Aquí llegamos al punto crucial: si se afirma que «la mano invisible» opera dentro de los principios de la naturaleza, ¿entendía Smith por «naturaleza» un conjunto de causas pura y simplemente inmanentes al mundo material y social? No exactamente, pues estas funcionan como las partes de un reloj, «a las que no adscribimos deseos o intenciones, sino al relojero»:
Cuando por principios naturales nos vemos llevados a avanzar hacia tales fines, que una razón refinada e ilustrada nos recomendaría, estamos muy legitimados en imputar a esa razón, respecto a su causa eficiente, los sentimientos y acciones por medio de los cuales promovemos esos fines, e imaginar aquella como la sabiduría del hombre, cuando en realidad es la sabiduría de Dios [83].

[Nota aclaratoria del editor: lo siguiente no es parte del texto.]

let ctx: WorkflowContext;
let instructor: Agent;
let trainee: Agent;
let trainee2: Agent;
let designer: Agent;
let outsider: Agent;
let versionId: number;
let codeRows: { id: string; value: number; girderKind: string; effect: string; lanes: string; method: string; adopted: boolean }[];
const due = () => new Date(Date.now() + 7 * 86400_000).toISOString();

beforeAll(async () => {
  ctx = await makeWorkflowApp();
  instructor = await signIn(ctx.app, demo.instructor);
  trainee = await signIn(ctx.app, demo.trainee);
  designer = await signIn(ctx.app, demo.designer);
  trainee2 = (await addUser(ctx, 'second-trainee@larchmont-ridge.example', ['trainee'])).agent;
  outsider = await otherFirm(ctx);
  const projectId = (await designer.get('/api/projects')).body.projects[0].id;
  const created = await send.post(designer, `/api/projects/${projectId}/decks`, { deck: quarryCreekDeck(), message: 'for training' });
  versionId = created.body.version.id;
  const v = await designer.get(`/api/decks/${created.body.deck.id}/versions/1?include=results`);
  codeRows = v.body.version.results.find((r: { method: string }) => r.method === 'code').data.factors;
});
afterAll(() => ctx.close());

const traineeId = () => userId(ctx, demo.trainee);

async function makeExercise(body: Record<string, unknown>) {
  const res = await send.post(instructor, '/api/training/assignments', { versionId, tolerancePercent: 1, dueAt: due(), traineeIds: [traineeId()], ...body });
  expect(res.status, JSON.stringify(res.body)).toBe(201);
  return res.body.assignment;
}

// Hand calculation of the exterior girder's lever-rule factor, one lane, for the fixture deck
// (AASHTO LRFD Art. 4.6.2.2.1 lever rule; Art. 3.6.1.3.1 wheel 2 ft from the curb face;
// Table 3.6.1.1.2-1 m = 1.20; statics of the slab hinged over girder 2):
// de = 3.5 − 1.5 = 2.0 ft, so the outer wheel sits over girder 1 (ordinate 1.0); the inner wheel
// is 6 ft further, 9.6667 − 6 = 3.6667 ft from girder 2 (ordinate 3.6667 / 9.6667).
const S = quarryCreekUs.girders.spacing;
const LEVER_ONE_LANE = 1.2 * 0.5 * (1 + (S - 6) / S);

describe('factor exercises', () => {
  let exercise: { id: number; expected: { value: number; rowId: string; trace: { value: number }[] } };

  it('an instructor makes an exercise from a version; the trainee is e-mailed', async () => {
    exercise = await makeExercise({ kind: 'factor', params: { girder: 'exterior', effect: 'moment', lanes: 'multiple', method: 'governing' }, instructions: 'Use the rigid-section check too.' });
    const adopted = codeRows.find((r) => r.girderKind === 'exterior' && r.effect === 'moment' && r.lanes === 'multiple' && r.adopted)!;
    expect(exercise.expected.rowId).toBe(adopted.id);
    expect(exercise.expected.value).toBe(adopted.value);
    expect((exercise as unknown as { question: string }).question).toBe('the governing moment factor of the exterior girder with two or more loaded lanes, in span 1, skew correction included');
    const mail = (await outbox(ctx)).filter((m) => m.kind === 'assignment-given');
    expect(mail).toHaveLength(1);
    expect(mail[0].toAddresses).toBe(demo.trainee);
    expect(mail[0].textBody).toContain(`http://deckshare.test/training/${exercise.id}`);
  });

  it('the trainee sees the question but not the answer before submitting', async () => {
    const list = await trainee.get('/api/training/mine');
    expect(list.status).toBe(200);
    expect(list.body.assignments.map((a: { id: number; status: string; expected: unknown }) => [a.id, a.status, a.expected])).toEqual([[exercise.id, 'to do', null]]);
    const one = await trainee.get(`/api/training/mine/${exercise.id}`);
    expect(one.body.assignment.expected).toBeNull();
    expect(JSON.stringify(one.body)).not.toContain(String(exercise.expected.value));
  });

  it('grades a value within tolerance, matches the trainee’s steps to the trace, e-mails the grade, once only', async () => {
    const v = exercise.expected.value;
    const steps = [{ label: 'my rigid-section value', value: v * 1.004 }];
    const res = await send.post(trainee, `/api/training/mine/${exercise.id}/submissions`, { value: v * 1.005, steps });
    expect(res.status).toBe(201);
    expect(res.body.submission).toMatchObject({ passed: true, late: false, attempt: 1 });
    expect(res.body.submission.grading.checks[0]).toMatchObject({ name: 'value', expected: v, passed: true });
    expect(res.body.submission.grading.checks[0].differencePercent).toBeRelativelyClose(0.5, 1e-6);
    const last = res.body.submission.grading.stepMatches.at(-1);
    expect(last).toMatchObject({ productValue: v, traineeStep: 0 });
    expect(res.body.assignment.expected.trace.length).toBe(exercise.expected.trace.length);

    const graded = (await outbox(ctx)).filter((m) => m.kind === 'submission-graded');
    expect(graded).toHaveLength(1);
    expect(graded[0].subject).toBe(`${gradeHeadline(true)}: ${(exercise as unknown as { title: string }).title}`);
    const again = await send.post(trainee, `/api/training/mine/${exercise.id}/submissions`, { value: v });
    expect(again.status).toBe(409);
    expect(() => ctx.db.update(submissions).set({ passed: false }).run()).toThrow(/cannot be changed/);
  });

  it('grades a value outside tolerance as not passed; the instructor sees every submission and grade', async () => {
    const added = await send.patch(instructor, `/api/training/assignments/${exercise.id}`, { addTraineeIds: [userId(ctx, 'second-trainee@larchmont-ridge.example')] });
    expect(added.status).toBe(200);
    expect((await outbox(ctx)).filter((m) => m.kind === 'assignment-given').map((m) => m.toAddresses)).toContain('second-trainee@larchmont-ridge.example');
    const res = await send.post(trainee2, `/api/training/mine/${exercise.id}/submissions`, { value: exercise.expected.value * 0.9, steps: [] });
    expect(res.body.submission.passed).toBe(false);
    expect(res.body.submission.grading.checks[0].differencePercent).toBeRelativelyClose(10, 1e-6);
    expect(res.body.submission.grading.stepMatches.at(-1).traineeStep).toBeNull();
    expect((await outbox(ctx)).filter((m) => m.kind === 'submission-graded').at(-1)!.subject).toMatch(/^Outside the tolerance: /);

    const view = await instructor.get(`/api/training/assignments/${exercise.id}`);
    expect(view.body.assignment.submissions.map((s: { trainee: { name: string }; passed: boolean }) => [s.trainee.name, s.passed])).toEqual([
      ['Theo Brandt', true],
      ['second-trainee', false],
    ]);
    expect(view.body.assignment.trainees.map((t: { status: string }) => t.status).sort()).toEqual(['not passed', 'passed']);
    const list = await instructor.get('/api/training/assignments');
    expect(list.body.assignments[0]).toMatchObject({ id: exercise.id, traineeCount: 2, submittedCount: 2, passedCount: 1 });
  });

  it('the lever-rule shear factor matches the hand calculation, skew correction included', async () => {
    const ex = await makeExercise({ kind: 'factor', params: { girder: 'exterior', effect: 'shear', lanes: 'one', method: 'lever-rule' } });
    // Skew correction for shear at the obtuse corner, AASHTO LRFD Table 4.6.2.2.3c-1 (type k):
    // 1.0 + 0.20 (12.0 L ts³ / Kg)^0.3 tan θ, with Kg = n (I + A eg²) (Eq. 4.6.2.2.1-1),
    // n = Eg / Ed = √(f'c,girder / f'c,deck) for equal unit weights (Art. 5.4.2.4, pre-2015 Ec),
    // eg = centroid depth + ts / 2 (no haunch). Hand calculation from the fixture's inputs.
    const u = quarryCreekUs;
    const n = Math.sqrt(u.materials.girder.fc / u.materials.deck.fc);
    const eg = u.section.centroidFromTop + u.slab.thickness / 2;
    const Kg = n * (u.section.inertia + u.section.area * eg * eg);
    const L = u.spans[0].length;
    const skew = 1 + 0.2 * ((12 * L * u.slab.thickness ** 3) / Kg) ** 0.3 * Math.tan((u.supports[0].skew * Math.PI) / 180);
    expect(skew).toBeRelativelyClose(1.0516, 1e-4);
    expect(ex.expected.value).toBeRelativelyClose(LEVER_ONE_LANE * skew, 1e-6);
  });

  it('the e-mail says about answers what the page says: one answer, graded at once, final — no attempts, no "not yet"', async () => {
    // The page shows oneAnswerWords('to answer') above the submit button and oneAnswerWords('graded')
    // under the grade (src/views/TrainingExerciseView.vue); the e-mail carries the second and the grade's headline.
    expect(oneAnswerWords('to answer')).toMatch(/^You submit once: /);
    const ex = await makeExercise({ kind: 'factor', params: { girder: 'interior', effect: 'shear', lanes: 'one', method: 'formula', skew: 'before' } });
    const res = await send.post(trainee, `/api/training/mine/${ex.id}/submissions`, { value: ex.expected.value * 1.2 });
    expect(res.body.submission.passed).toBe(false);
    const mail = (await outbox(ctx)).filter((m) => m.kind === 'submission-graded').at(-1)!;
    expect(mail.subject).toBe(`${gradeHeadline(false)}: ${ex.title}`);
    expect(mail.textBody).toContain(oneAnswerWords('graded'));
    expect(mail.textBody).toContain(`has been graded: ${gradeHeadline(false).toLowerCase()}.`);
    for (const text of [mail.subject, mail.textBody]) {
      expect(text).not.toMatch(/attempt/i);
      expect(text).not.toMatch(/not yet|try again|resubmit/i);
    }
    // And indeed a second answer is refused.
    expect((await send.post(trainee, `/api/training/mine/${ex.id}/submissions`, { value: ex.expected.value })).status).toBe(409);
  });

  it('the user’s case: the lever-rule shear factor asked before the skew correction takes the literal 0.828 and never names L', async () => {
    const ex = await makeExercise({ kind: 'factor', params: { girder: 'exterior', effect: 'shear', lanes: 'one', method: 'lever-rule', skew: 'before' } });
    expect(ex.question).toBe('the lever-rule shear factor of the exterior girder (girder 1) with one loaded lane, in span 1, before the skew correction');
    // Without a title the exercise is titled by its question.
    expect(ex.title).toBe('The lever-rule shear factor of the exterior girder (girder 1) with one loaded lane, in span 1, before the skew correction');
    const row = codeRows.find((r) => r.id === 'exterior/shear/span1/one/lever-rule/g1')! as (typeof codeRows)[number] & { baseValue: number };
    expect(ex.expected.value).toBe(row.baseValue);
    expect(ex.expected.value).toBeRelativelyClose(LEVER_ONE_LANE, 1e-6);
    const res = await send.post(trainee, `/api/training/mine/${ex.id}/submissions`, { value: 0.828, steps: [{ label: 'inner wheel ordinate', value: 0.38 }] });
    expect(res.body.submission.passed).toBe(true);
    const labels = res.body.submission.grading.stepMatches.map((m: { label: string }) => m.label);
    expect(labels).toEqual(['Lever rule, girder 1, 1 loaded lane']);
    expect(res.body.submission.grading.summary).not.toMatch(/L for shear/);
  });

  it('refuses a governing value before the skew correction, naming params.skew', async () => {
    const res = await send.post(instructor, '/api/training/assignments', { versionId, tolerancePercent: 1, dueAt: due(), traineeIds: [traineeId()], kind: 'factor', params: { girder: 'exterior', effect: 'shear', lanes: 'governing', method: 'governing', skew: 'before' } });
    expect(res.status).toBe(400);
    expect(res.body.error.details[0].path).toBe('body.params.skew');
    const bad = await send.post(instructor, '/api/training/assignments', { versionId, tolerancePercent: 1, dueAt: due(), traineeIds: [traineeId()], kind: 'factor', params: { girder: 'exterior', effect: 'shear', lanes: 'one', method: 'lever-rule', skew: 'after' } });
    expect(bad.body.error.details[0]).toEqual({ path: 'body.params.skew', message: 'skew must be "with" or "before"' });
  });

  it('marks a submission after the due date as late', async () => {
    const ex = await makeExercise({ kind: 'factor', params: { girder: 'interior', effect: 'moment', lanes: 'multiple', method: 'formula' } });
    ctx.db.update(assignments).set({ dueAt: new Date(Date.now() - 60_000).toISOString() }).where(eq(assignments.id, ex.id)).run();
    const res = await send.post(trainee, `/api/training/mine/${ex.id}/submissions`, { value: ex.expected.value });
    expect(res.body.submission).toMatchObject({ late: true, passed: true });
  });
});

Si como citábamos antes, el «autor de la Naturaleza» busca la «felicidad de la humanidad», y esta depende de la «prosperidad material», el crecimiento y riqueza de la que Adam Smith es testigo en su época (y en su clase) es la prueba de que esa «mano de Júpiter» acompaña a aquellas sociedades en las que el interés propio rige la actividad social, y no es frenado por grupos espurios. Hay un «orden espontáneo», un «vasto equilibro generado y mantenido por leyes naturales de origen divino» que se reflejan en disposiciones inscritas en los hombres: la simpatía modera el vicio y las interacciones humanas y genera una justicia espontánea; el egoísmo y la avaricia producen una abundancia universal; el instinto de intercambio comercial produce la división del trabajo y la abundancia que esta genera; las desigualdades de riqueza son benéficas a largo plazo; la preferencia natural por los productos nacionales benefician al propio país, etcétera. Por tanto, la única tarea de los individuos es seguir sus impulsos inmediatos y desistir de alterar el orden divino espontáneo [84].